import type { KitchenView } from '@jarday/contracts';
import type { QueryClient } from '@tanstack/react-query';
import { useNavigate, useParams, type LoaderFunctionArgs } from 'react-router-dom';
import { PageHeader } from '../../components/ui/page-header';
import { Loading, QueryError } from '../../components/ui/query-state';
import { paths } from '../../config/paths';
import { cannersQueryOptions, useCanners } from '../../features/canners/api/get-canners';
import { kitchenQueryOptions } from '../../features/kitchens/api/get-kitchen';
import { recipeQueryOptions, useRecipe } from '../../features/recipes/api/get-recipe';
import { RecipeForm } from '../../features/recipes/components/recipe-form';
import type { RecipePageNotice } from '../../features/recipes/components/recipe-notice';
import { BackToBox, RecipeLoadError } from './recipe-missing';
import { ensureQuietly, WithKitchen } from './with-kitchen';

export const clientLoader =
  (queryClient: QueryClient) =>
  ({ params }: LoaderFunctionArgs) => {
    const kitchenId = params.kitchenId ?? '';
    return ensureQuietly(
      Promise.all([
        queryClient.ensureQueryData(kitchenQueryOptions(kitchenId)),
        queryClient.ensureQueryData(recipeQueryOptions(kitchenId, params.recipeId ?? '')),
        queryClient.ensureQueryData(cannersQueryOptions(kitchenId)),
      ]),
    );
  };

function EditRecipePage({ kitchen }: { kitchen: KitchenView }) {
  const { recipeId = '' } = useParams();
  const recipe = useRecipe(kitchen.id, recipeId);
  const canners = useCanners(kitchen.id);
  const navigate = useNavigate();
  const back = { to: paths.recipe(kitchen.id, recipeId), label: recipe.data?.name ?? 'Recipe' };

  if (kitchen.role !== 'lead') {
    return (
      <>
        <PageHeader title="Edit recipe" back={back} />
        <BackToBox kitchenId={kitchen.id}>Only a lead of this kitchen can edit recipes.</BackToBox>
      </>
    );
  }
  if (recipe.isPending || canners.isPending) return <Loading label="Loading the recipe" />;
  if (recipe.isError) {
    return <RecipeLoadError kitchenId={kitchen.id} error={recipe.error} onRetry={() => void recipe.refetch()} />;
  }
  if (canners.isError) return <QueryError error={canners.error} onRetry={() => void canners.refetch()} />;

  return (
    <>
      <PageHeader title={`Edit ${recipe.data.name}`} subtitle={kitchen.name} back={back} />
      <RecipeForm
        // A fresh form when another recipe is opened, so no draft carries over.
        key={recipe.data.id}
        kitchen={kitchen}
        canners={canners.data}
        recipe={recipe.data}
        onSaved={(saved, notice) => {
          const next: RecipePageNotice = notice?.untestedBecause
            ? { kind: 'untested', message: notice.untestedBecause }
            : { kind: 'saved' };
          void navigate(paths.recipe(kitchen.id, saved.id), { state: { notice: next } });
        }}
        onCancel={() => void navigate(paths.recipe(kitchen.id, recipeId))}
      />
    </>
  );
}

export default function RecipeEditRoute() {
  return <WithKitchen>{(kitchen) => <EditRecipePage kitchen={kitchen} />}</WithKitchen>;
}
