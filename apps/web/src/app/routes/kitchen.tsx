import EventNote from '@mui/icons-material/EventNote';
import Groups from '@mui/icons-material/Groups';
import Kitchen from '@mui/icons-material/Kitchen';
import MenuBook from '@mui/icons-material/MenuBook';
import Tune from '@mui/icons-material/Tune';
import type { KitchenView } from '@jarday/contracts';
import Card from '@mui/material/Card';
import CardActionArea from '@mui/material/CardActionArea';
import CardContent from '@mui/material/CardContent';
import Grid from '@mui/material/Grid';
import Stack from '@mui/material/Stack';
import Typography from '@mui/material/Typography';
import type { QueryClient } from '@tanstack/react-query';
import type { ReactNode } from 'react';
import { Link as RouterLink, type LoaderFunctionArgs } from 'react-router-dom';
import { PageHeader } from '../../components/ui/page-header';
import { paths } from '../../config/paths';
import { dayPaths } from '../../features/day/utils/day-paths';
import { YesterdayButton } from '../../features/journal/components/yesterday-button';
import { yesterdayQueryOptions } from '../../features/journal/api/journal-api';
import { kitchenQueryOptions } from '../../features/kitchens/api/get-kitchen';
import { CanningCautions } from '../../features/kitchens/components/canning-cautions';
import { KitchenSummary } from '../../features/kitchens/components/kitchen-summary';
import { ROLE_LABELS } from '../../lib/labels';
import { ensureQuietly, WithKitchen } from './with-kitchen';

export const clientLoader =
  (queryClient: QueryClient) =>
  ({ params }: LoaderFunctionArgs) =>
    ensureQuietly(
      Promise.all([
        queryClient.ensureQueryData(kitchenQueryOptions(params.kitchenId ?? '')),
        queryClient.ensureQueryData(yesterdayQueryOptions(params.kitchenId ?? '')),
      ]),
    );

function Tile({ to, icon, title, text }: { to: string; icon: ReactNode; title: string; text: string }) {
  return (
    <Card sx={{ height: '100%' }}>
      <CardActionArea component={RouterLink} to={to} sx={{ height: '100%', minHeight: 120 }}>
        <CardContent>
          <Stack direction="row" spacing={2} sx={{ alignItems: 'center' }}>
            <Stack sx={{ color: 'primary.main', fontSize: 40 }}>{icon}</Stack>
            <Stack spacing={0.5}>
              <Typography variant="h3" component="h2">
                {title}
              </Typography>
              <Typography variant="body2" sx={{ color: 'text.secondary' }}>
                {text}
              </Typography>
            </Stack>
          </Stack>
        </CardContent>
      </CardActionArea>
    </Card>
  );
}

function KitchenHome({ kitchen }: { kitchen: KitchenView }) {
  const lead = kitchen.role === 'lead';
  return (
    <>
      <PageHeader
        title={kitchen.name}
        subtitle={`You are ${ROLE_LABELS[kitchen.role].toLowerCase()} here.`}
        back={{ to: paths.kitchens(), label: 'My kitchens' }}
      />
      <Stack spacing={4}>
        <YesterdayButton kitchenId={kitchen.id} href={(dayId) => paths.journal(kitchen.id, dayId)} />
        <Grid container spacing={2} component="nav" aria-label="Kitchen pages">
          <Grid size={{ xs: 12, sm: 6 }}>
            <Tile
              to={dayPaths.list(kitchen.id)}
              icon={<EventNote fontSize="inherit" />}
              title="Canning days"
              text={
                lead
                  ? 'Start a day, plan its loads, open the Counter board.'
                  : 'Open the Counter board or the Pocket view.'
              }
            />
          </Grid>
          <Grid size={{ xs: 12, sm: 6 }}>
            <Tile
              to={paths.recipes(kitchen.id)}
              icon={<MenuBook fontSize="inherit" />}
              title="Recipe box"
              text={lead ? 'Tested recipes, their process tables and sources.' : 'Tested recipes and their times.'}
            />
          </Grid>
          <Grid size={{ xs: 12, sm: 6 }}>
            <Tile
              to={paths.members(kitchen.id)}
              icon={<Groups fontSize="inherit" />}
              title="Members & invites"
              text={lead ? 'See who is in, change roles, invite helpers.' : 'See who is in the kitchen.'}
            />
          </Grid>
          <Grid size={{ xs: 12, sm: 6 }}>
            <Tile
              to={paths.settings(kitchen.id)}
              icon={<Tune fontSize="inherit" />}
              title="Settings & canners"
              text={lead ? 'Altitude, units and the canners you own.' : 'Altitude, units and canners.'}
            />
          </Grid>
          <Grid size={{ xs: 12, sm: 6 }}>
            <Tile
              to={paths.cooling(kitchen.id)}
              icon={<Kitchen fontSize="inherit" />}
              title="Cooling shelf & pantry"
              text="Bands off, seal checks, then the jars: lots, gifts and labels."
            />
          </Grid>
        </Grid>
        <Stack component="section" spacing={2} aria-labelledby="about-kitchen">
          <Typography id="about-kitchen" variant="h2">
            About this kitchen
          </Typography>
          <Card>
            <CardContent>
              <KitchenSummary kitchen={kitchen} />
            </CardContent>
          </Card>
        </Stack>
        <CanningCautions />
      </Stack>
    </>
  );
}

export default function KitchenRoute() {
  return <WithKitchen>{(kitchen) => <KitchenHome kitchen={kitchen} />}</WithKitchen>;
}
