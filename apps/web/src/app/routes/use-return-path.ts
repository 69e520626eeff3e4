import { useSearchParams } from 'react-router-dom';
import { safeReturnPath } from '../../config/paths';

/** The `?next=` a guard left behind: where to go after signing in, and whether to pass it on. */
export function useReturnPath(): { next: string; carry: string | undefined } {
  const [params] = useSearchParams();
  const raw = params.get('next');
  const next = safeReturnPath(raw);
  return { next, carry: raw !== null && raw === next ? raw : undefined };
}
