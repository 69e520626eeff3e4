import Alert from '@mui/material/Alert';
import Button from '@mui/material/Button';
import Stack from '@mui/material/Stack';
import type { ReactNode } from 'react';
import { Link as RouterLink } from 'react-router-dom';
import { QueryError } from '../../components/ui/query-state';
import { paths } from '../../config/paths';
import { ApiError } from '../../lib/api-client';

/** A recipe page that cannot show its recipe: not in this kitchen (404), or the request failed. */
export function RecipeLoadError({
  kitchenId,
  error,
  onRetry,
}: {
  kitchenId: string;
  error: Error;
  onRetry: () => void;
}) {
  if (error instanceof ApiError && error.status === 404) {
    return <BackToBox kitchenId={kitchenId}>This recipe is not in this kitchen&apos;s recipe box.</BackToBox>;
  }
  return <QueryError error={error} onRetry={onRetry} />;
}

/** A message with the way back to the Recipe box. */
export function BackToBox({ kitchenId, children }: { kitchenId: string; children: ReactNode }) {
  return (
    <Stack spacing={3}>
      <Alert severity="info">{children}</Alert>
      <Button component={RouterLink} to={paths.recipes(kitchenId)} variant="contained" sx={{ alignSelf: 'flex-start' }}>
        Go to the recipe box
      </Button>
    </Stack>
  );
}
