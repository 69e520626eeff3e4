import type { JarRecordView } from '@jarday/contracts';
import { screen } from '@testing-library/react';
import { Route, Routes } from 'react-router-dom';
import { describe, expect, it } from 'vitest';
import { useSessionStore } from '../../features/auth/stores/session-store';
import { errorBody, stubFetch } from '../../testing/fetch-stub';
import { renderWithProviders } from '../../testing/render';
import JarRecordRoute from './jar-record';

const REF = 'AbCdEfGhIjKlMnOpQrStUvWx-2-3';
const record = (over: Partial<JarRecordView> = {}): JarRecordView => ({
  code: '260815-B',
  jarNumber: 3,
  product: 'Apricot jam',
  dayDate: '2026-08-15',
  loadNumber: 2,
  jarSize: 'half-pint',
  method: 'boiling-water',
  processMinutes: 10,
  altitude: { value: 2100, unit: 'ft' },
  bestBy: '2027-08-15',
  seal: 'sealed',
  flagged: false,
  member: null,
  ...over,
});

const show = (status: 'signed-in' | 'signed-out' = 'signed-out') => {
  useSessionStore.setState({ status });
  return renderWithProviders(
    <Routes>
      <Route path="/r/:ref" element={<JarRecordRoute />} />
    </Routes>,
    { route: `/r/${REF}` },
  );
};

describe('the jar record page', () => {
  it('shows a recipient the jar, its process and the caution with its source, and no kitchen link', async () => {
    const stub = stubFetch({ [`GET /api/records/${REF}`]: { status: 200, body: record() } });
    show();
    expect(await screen.findByRole('heading', { level: 1, name: 'Apricot jam' })).toBeTruthy();
    expect(screen.getByText('Lot 260815-B · load 2, jar 3')).toBeTruthy();
    expect(screen.getByText('10 min at 2,100 ft')).toBeTruthy();
    expect(screen.getByText('Sealed when checked')).toBeTruthy();
    expect(screen.getByText(/do not taste it to find out/)).toBeTruthy();
    expect(screen.getByText(/Source: USDA Complete Guide to Home Canning/)).toBeTruthy();
    expect(screen.queryByRole('link', { name: /Open lot/ })).toBeNull();
    expect(screen.queryByText(/Spoilage reported/)).toBeNull();
    expect(stub.to(`GET /api/records/${REF}`)).toHaveLength(1);
  });

  it('puts the spoilage caution first for a flagged lot, and the unsealed-jar one for a jar that did not seal', async () => {
    stubFetch({ [`GET /api/records/${REF}`]: { status: 200, body: record({ flagged: true, seal: 'unsealed' }) } });
    show();
    expect(await screen.findByText('Spoilage reported: do not taste')).toBeTruthy();
    expect(screen.getByText('A jar that did not seal')).toBeTruthy();
    expect(screen.getByText('Did not seal when checked')).toBeTruthy();
  });

  it('links a member to the lot in their kitchen', async () => {
    const member = { kitchenId: 'k1', kitchenName: 'Quarry Hill Kitchen', lotId: 'l1', dayId: 'd1', loadId: 'x1' };
    stubFetch({ [`GET /api/records/${REF}`]: { status: 200, body: record({ member }) } });
    show('signed-in');
    const link = await screen.findByRole('link', { name: 'Open lot 260815-B in Quarry Hill Kitchen' });
    expect(link.getAttribute('href')).toBe('/kitchens/k1/pantry/l1');
  });

  it('says plainly when no jar has the label', async () => {
    stubFetch({
      [`GET /api/records/${REF}`]: { status: 404, body: errorBody(404, 'not_found', 'Jar record not found') },
    });
    show();
    expect(await screen.findByText(/No jar has this label/)).toBeTruthy();
  });
});
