import type { DayView, KitchenView } from '@jarday/contracts';
import { useQuery } from '@tanstack/react-query';
import { PageHeader } from '../../components/ui/page-header';
import { paths } from '../../config/paths';
import { AttachmentsPanel } from '../../features/attachments';
import { cannersQueryOptions } from '../../features/canners/api/get-canners';
import { DayPlan } from '../../features/day/components/day-plan';
import { dayPaths } from '../../features/day/utils/day-paths';
import { recipesQueryOptions } from '../../features/recipes/api/get-recipes';
import { formatDate } from '../../lib/labels';
import { dayLoader, WithDay } from './day-live';

export const clientLoader = dayLoader;

function Plan({ kitchen, day }: { kitchen: KitchenView; day: DayView }) {
  const recipes = useQuery(recipesQueryOptions(kitchen.id));
  const canners = useQuery(cannersQueryOptions(kitchen.id));
  const where = `${kitchen.name} at ${day.altitude.value.toLocaleString('en-US')} ${day.altitude.unit}`;
  return (
    <>
      <PageHeader
        title={day.title}
        subtitle={`${formatDate(`${day.date}T12:00:00`)} · ${where}${day.status === 'closed' ? ' · closed' : ''}`}
        back={{ to: dayPaths.list(kitchen.id), label: 'Canning days' }}
      />
      <DayPlan
        kitchenId={kitchen.id}
        role={kitchen.role}
        day={day}
        recipes={recipes.data}
        canners={canners.data}
        links={{ recipes: paths.recipes(kitchen.id), settings: paths.settings(kitchen.id) }}
      />
      <AttachmentsPanel kitchenId={kitchen.id} role={kitchen.role} subject="day" subjectId={day.id} />
    </>
  );
}

/** /kitchens/:kitchenId/days/:dayId: the day's plan (batches, loads) and the way to its board. */
export default function DayRoute() {
  return <WithDay>{(kitchen, day) => <Plan kitchen={kitchen} day={day} />}</WithDay>;
}
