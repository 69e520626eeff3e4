import type { DayView, KitchenView } from '@jarday/contracts';
import { PocketView } from '../../features/day/components/pocket-view';
import { dayPaths } from '../../features/day/utils/day-paths';
import { dayLoader, sessionLiveAuth, useDocumentTitle, WithDay } from './day-live';

export const clientLoader = dayLoader;

function Pocket({ kitchen, day }: { kitchen: KitchenView; day: DayView }) {
  useDocumentTitle(`${day.title} · Jarday`);
  return (
    <PocketView
      kitchen={kitchen}
      day={day}
      auth={sessionLiveAuth}
      links={{ plan: dayPaths.plan(kitchen.id, day.id), pocket: dayPaths.pocket(kitchen.id, day.id) }}
    />
  );
}

/** /kitchens/:kitchenId/days/:dayId/pocket: the same day on a helper's phone. */
export default function PocketRoute() {
  return <WithDay>{(kitchen, day) => <Pocket kitchen={kitchen} day={day} />}</WithDay>;
}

--*--

ASSIGNED TASK: Pull every line containing the word "saved" out of the listing.

RESPONSE BOX:
        onSaved={(saved, notice) => {
            : { kind: 'saved' };
          void navigate(paths.recipe(kitchen.id, saved.id), { state: { notice: next } });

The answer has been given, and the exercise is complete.